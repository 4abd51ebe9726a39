//! A text that is checked beside the page's own work, again once typing rests, and what is drawn
//! of it meanwhile.

use gloo_timers::callback::Timeout;
use record::message::{CheckJob, CheckReport};
use record::scenario::InstanceText;
use yew::prelude::*;

use crate::state::highlight::{Piece, pieces};
use crate::state::lane::LaneId;
use crate::state::pointer::Shared;
use crate::view::hands::use_hands;

/// Rest after typing before the text is checked, in milliseconds.
const REST: u32 = 150;

/// A text with what was said of it.
#[derive(Debug, Clone, PartialEq)]
pub(crate) struct Checked {
    pub(crate) text: String,
    pub(crate) report: Shared<CheckReport>,
}

/// What is known of a text: the last report, the colours of the text as it is now, and the names
/// that can be completed.
#[derive(Debug, Clone, PartialEq)]
pub(crate) struct Reading {
    pub(crate) checked: Option<Checked>,
    pub(crate) pieces: Shared<Vec<Piece>>,
    pub(crate) names: Shared<Vec<String>>,
}

/// Checks a text on an instance while `open`, for the lane of a number.
#[hook]
pub(crate) fn use_checking(
    id: LaneId,
    open: bool,
    text: &str,
    instance: Option<&Shared<InstanceText>>,
) -> Reading {
    let hands = use_hands();
    let checked = use_state_eq(|| None::<Checked>);
    let heard = checked.setter();
    let asked = (open, text.to_owned(), instance.cloned());
    use_effect_with(asked, move |(open, text, instance)| {
        let timer = open.then(|| {
            let (text, instance) = (text.clone(), instance.as_deref().cloned());
            Timeout::new(REST, move || {
                let Some(hands) = hands else { return };
                let job = CheckJob { text: text.clone(), instance, ..CheckJob::default() };
                let hear = move |report| {
                    heard.set(Some(Checked { text: text.clone(), report: Shared::new(report) }));
                };
                hands.session.check(id, job, Callback::from(hear));
            })
        });
        move || drop(timer)
    });
    let checked = (*checked).clone();
    let coloured = use_memo((text.to_owned(), checked.clone()), |(text, checked)| {
        let old = checked.as_ref().map_or("", |checked| checked.text.as_str());
        Shared::new(pieces(text, old, checked.as_ref().map(|checked| &*checked.report)))
    });
    let names = use_memo(checked.clone(), |checked| {
        Shared::new(checked.as_ref().map_or_else(Vec::new, |checked| checked.report.names()))
    });
    Reading { checked, pieces: (*coloured).clone(), names: (*names).clone() }
}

········

● WHAT YOU NEED TO DO
Every entry shown above is to be written out exactly.

● WRITTEN REPLY
repository 4abd51ebe9726a39
//! A text that is checked beside the page's own work, again once typing rests, and what is drawn
//! of it meanwhile.

use gloo_timers::callback::Timeout;
use record::message::{CheckJob, CheckReport};
use record::scenario::InstanceText;
use yew::prelude::*;

use crate::state::highlight::{Piece, pieces};
use crate::state::lane::LaneId;
use crate::state::pointer::Shared;
use crate::view::hands::use_hands;

/// Rest after typing before the text is checked, in milliseconds.
const REST: u32 = 150;

/// A text with what was said of it.
#[derive(Debug, Clone, PartialEq)]
pub(crate) struct Checked {
    pub(crate) text: String,
    pub(crate) report: Shared<CheckReport>,
}

/// What is known of a text: the last report, the colours of the text as it is now, and the names
/// that can be completed.
#[derive(Debug, Clone, PartialEq)]
pub(crate) struct Reading {
    pub(crate) checked: Option<Checked>,
    pub(crate) pieces: Shared<Vec<Piece>>,
    pub(crate) names: Shared<Vec<String>>,
}

/// Checks a text on an instance while `open`, for the lane of a number.
#[hook]
pub(crate) fn use_checking(
    id: LaneId,
    open: bool,
    text: &str,
    instance: Option<&Shared<InstanceText>>,
) -> Reading {
    let hands = use_hands();
    let checked = use_state_eq(|| None::<Checked>);
    let heard = checked.setter();
    let asked = (open, text.to_owned(), instance.cloned());
    use_effect_with(asked, move |(open, text, instance)| {
        let timer = open.then(|| {
            let (text, instance) = (text.clone(), instance.as_deref().cloned());
            Timeout::new(REST, move || {
                let Some(hands) = hands else { return };
                let job = CheckJob { text: text.clone(), instance, ..CheckJob::default() };
                let hear = move |report| {
                    heard.set(Some(Checked { text: text.clone(), report: Shared::new(report) }));
                };
                hands.session.check(id, job, Callback::from(hear));
            })
        });
        move || drop(timer)
    });
    let checked = (*checked).clone();
    let coloured = use_memo((text.to_owned(), checked.clone()), |(text, checked)| {
        let old = checked.as_ref().map_or("", |checked| checked.text.as_str());
        Shared::new(pieces(text, old, checked.as_ref().map(|checked| &*checked.report)))
    });
    let names = use_memo(checked.clone(), |checked| {
        Shared::new(checked.as_ref().map_or_else(Vec::new, |checked| checked.report.names()))
    });
    Reading { checked, pieces: (*coloured).clone(), names: (*names).clone() }
}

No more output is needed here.